# What are tendon and fetlock boots for?



## Chestnutter (16 February 2009)

I'm soon starting show jumping, and today was given some fetlock and tendon boots by a girl at my yard.   Can someone tell me what they're for?


----------



## samstar (16 February 2009)

sorry but are you being serious


----------



## teddyt (16 February 2009)

Tendon boots go on the front legs and protect the back and side of the legs from knocks but are open at the front as some people thinks it makes the horse more careful.
Fetlock boots go on the back legs and they protect the fetlocks from knocks, especially from the opposite hind leg. They dont go all the way up the cannon bone, again in an effort to make the horse more careful.


----------



## Ziggy_ (16 February 2009)

As teddyt says they are designed to protect the horses' legs from knocks in the most likely places they will knock themselves - while not giving too much protection as if the horse can't feel when it knocks a pole it may become careless.

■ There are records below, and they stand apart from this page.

//! Opening the window, and plain words where it cannot be opened.

use std::any::Any;
use std::panic::{self, AssertUnwindSafe};
use std::path::{Path, PathBuf};
use std::process::Command;
use std::sync::Arc;
use std::sync::atomic::{AtomicBool, Ordering};
use std::time::Instant;

use crestline_plan::{EXAMPLES, Plan, read_draft};
use eframe::egui::{Context, Theme, ViewportBuilder};
use eframe::{NativeOptions, Renderer};

use super::files;
use super::options::{LEAST_SIZE, Options, PaintedBy};
use super::timing::Timing;
use super::window::Window;
use crate::painter;

/// What to say where there is no window.
const INSTEAD: &str = "Without a window, the command line does the same work: see `crestline --help`, \
                       for instance `crestline solve PLAN`.";

/// Why there is no window.
enum Trouble {
    /// There is nothing to draw with but the processor.
    NoOpenGl,
    /// Something else, in words for the user.
    Other(String),
}

/// Opens the window on a plan file, or on the first example. Where there is no OpenGL the program starts itself
/// again and paints by the processor.
///
/// # Errors
/// Words for the user: the plan cannot be opened, or the window cannot.
pub fn launch(path: Option<PathBuf>) -> Result<(), String> {
    let began = Instant::now();
    let plan = first_plan(path.as_deref())?;
    display_is_there()?;
    let options = Options::read(|name| std::env::var(name).ok());
    let start = Start { plan, path, options, began };
    let outcome = match start.options.painter {
        PaintedBy::OpenGl => with_opengl(start),
        PaintedBy::Processor | PaintedBy::ProcessorInstead => with_processor(start),
    };
    match outcome {
        Ok(()) => Ok(()),
        Err(Trouble::NoOpenGl) => again(),
        Err(Trouble::Other(reason)) => Err(cannot_open(&reason)),
    }
}

fn cannot_open(reason: &str) -> String {
    format!("the window cannot be opened: {reason}\n{INSTEAD}")
}

/// Starts the program once more with the same arguments, to paint by the processor: a process can hold one
/// connection to the display's events only, and has spent it on OpenGL.
fn again() -> Result<(), String> {
    let failed = |error: std::io::Error| {
        cannot_open(&format!("there is no OpenGL, and the program cannot start itself again: {error}"))
    };
    let mut command = Command::new(std::env::current_exe().map_err(failed)?);
    command.args(std::env::args_os().skip(1)).env("CRESTLINE_PAINTER", "processor-instead");
    #[cfg(unix)]
    return Err(failed(std::os::unix::process::CommandExt::exec(&mut command)));
    #[cfg(not(unix))]
    match command.status().map_err(failed)?.success() {
        true => Ok(()),
        // It has said itself what was wrong.
        false => Err("the window was ended".to_owned()),
    }
}

fn first_plan(path: Option<&Path>) -> Result<Plan, String> {
    if let Some(path) = path {
        return files::open(path);
    }
    let example = EXAMPLES.first().ok_or("there is no example to open the window on")?;
    read_draft(example.text)
        .map_err(|faults| faults.iter().map(ToString::to_string).collect::<Vec<_>>().join("; "))
}

/// Looks for a display before anything else is tried, because what follows says it in fewer words.
#[cfg(target_os = "linux")]
fn display_is_there() -> Result<(), String> {
    let is_set = |name: &str| std::env::var_os(name).is_some_and(|value| !value.is_empty());
    if is_set("WAYLAND_DISPLAY") || is_set("WAYLAND_SOCKET") || is_set("DISPLAY") {
        return Ok(());
    }
    Err(format!("there is no display to open a window on.\n{INSTEAD}"))
}

#[cfg(not(target_os = "linux"))]
fn display_is_there() -> Result<(), String> {
    Ok(())
}

/// What a window begins with.
struct Start {
    plan: Plan,
    path: Option<PathBuf>,
    options: Options,
    began: Instant,
}

impl Start {
    fn window(self, ctx: &Context) -> Window {
        ctx.options_mut(|o| o.fallback_theme = Theme::Light);
        let mut window = Window::new(ctx, self.plan, self.path, &self.options);
        window.timing = self.options.timing.then(|| Timing::new(self.began));
        if self.options.painter == PaintedBy::ProcessorInstead {
            window.view.say("There is no OpenGL here; the processor paints the window. Everything works, a little slower.");
        }
        window
    }
}

fn with_opengl(start: Start) -> Result<(), Trouble> {
    let viewport = viewport(&start.options);
    let native = NativeOptions {
        renderer: Renderer::Glow,
        viewport,
        persist_window: false,
        system_font_fallback: false,
        ..NativeOptions::default()
    };
    let open = |mark: Arc<AtomicBool>| {
        let make: eframe::AppCreator<'_> = Box::new(move |creation| {
            mark.store(true, Ordering::Relaxed);
            Ok(Box::new(start.window(&creation.egui_ctx)))
        });
        eframe::run_native("crestline", native, make).map_err(|error| trouble(&error))
    };
    guarded(open)
}

fn with_processor(start: Start) -> Result<(), Trouble> {
    let viewport = viewport(&start.options);
    let open = |mark: Arc<AtomicBool>| {
        let make = Box::new(move |ctx: &Context| {
            mark.store(true, Ordering::Relaxed);
            Box::new(start.window(ctx)) as Box<dyn painter::window::Show>
        });
        painter::window::run(viewport, make).map_err(|reason| Trouble::Other(format!("{reason}.")))
    };
    guarded(open)
}

/// Runs a window. A panic before its first frame comes from a library of the system that is missing; one
/// after it is a fault of ours and is passed on.
fn guarded(open: impl FnOnce(Arc<AtomicBool>) -> Result<(), Trouble>) -> Result<(), Trouble> {
    let opened = Arc::new(AtomicBool::new(false));
    let mark = Arc::clone(&opened);
    let hook = panic::take_hook();
    let quiet = Arc::clone(&opened);
    panic::set_hook(Box::new(move |info| {
        if quiet.load(Ordering::Relaxed) {
            hook(info);
        }
    }));
    match panic::catch_unwind(AssertUnwindSafe(|| open(mark))) {
        Ok(result) => result,
        Err(cause) if opened.load(Ordering::Relaxed) => panic::resume_unwind(cause),
        Err(cause) => Err(Trouble::Other(missing_library(cause.as_ref()))),
    }
}

fn viewport(options: &Options) -> ViewportBuilder {
    ViewportBuilder::default()
        .with_title("Crestline")
        .with_app_id("crestline")
        .with_inner_size(options.size)
        .with_min_inner_size(LEAST_SIZE)
        .with_drag_and_drop(true)
}

/// What went wrong, without the inside of the libraries.
fn trouble(error: &eframe::Error) -> Trouble {
    match error {
        eframe::Error::Winit(_) | eframe::Error::WinitEventLoop(_) => {
            let name = |variable: &str| std::env::var(variable).ok().filter(|value| !value.is_empty());
            let display = name("WAYLAND_DISPLAY").or_else(|| name("DISPLAY"));
            Trouble::Other(format!("the display {} does not answer.", display.unwrap_or_default()))
        }
        eframe::Error::Glutin(_) | eframe::Error::NoGlutinConfigs(..) | eframe::Error::OpenGL(_) => {
            Trouble::NoOpenGl
        }
        other => Trouble::Other(format!("{other}.")),
    }
}

/// A library of the system that panicked while the window was being made.
fn missing_library(cause: &(dyn Any + Send)) -> String {
    let said =
        cause.downcast_ref::<String>().map(String::as_str).or_else(|| cause.downcast_ref::<&str>().copied());
    let said = said.map_or_else(String::new, |said| format!(" ({said})"));
    format!(
        "a library of the system is missing or does not work{said}. Most often it is libxkbcommon-x11, in the package \
         libxkbcommon-x11-0 on Debian."
    )
}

Tendon boots protect the back of the front legs, where the important tendons lie, from being knocked/cut by the hind shoes as the horse lands, as well as the insides of the legs from knocking into each other when turning etc.


----------



## Chestnutter (16 February 2009)

Yes, i'm being very serious thanks. 

Thank you very much teddyt and Ziggy101, thats just what i wanted


----------



## samstar (16 February 2009)

[ QUOTE ]
Yes, i'm being very serious thanks. 

Thank you very much teddyt and Ziggy101, thats just what i wanted 
	
	
		
		
	


	





[/ QUOTE ]

I do apologise 
	
	
		
		
	


	




 *holds out hand to shake*


----------



## Chestnutter (16 February 2009)

*shakes hand*


----------



## Maisy (16 February 2009)

Having never had a horse with fine legs, nor done a massive amount of jumping, I was talking about this the other day.........do the boots actually offer a vast amount of support??  (I am being totally serious).....I can see that the 'sports horse' neoprene ones would offer protection, but I am not convinced that some of the more 'fashionable' boots actually do anything??  I am asking genuinely.......


----------



## Ziggy_ (16 February 2009)

I don't think they offer much in the way of support but they do protect an important area which other boots don't cover. I was jumping a few months ago and as my horse landed she caught the back of her boot hard enough to split the outside casing,  tear one of the straps off and pull the boot down round her fetlock - I hate to think what she would have done to her leg without the boots on.

The jump was only about two foot six, on good ground and she is usually a clean jumper - but it could easily have been a very nasty freak accident had she not been wearing boots.


----------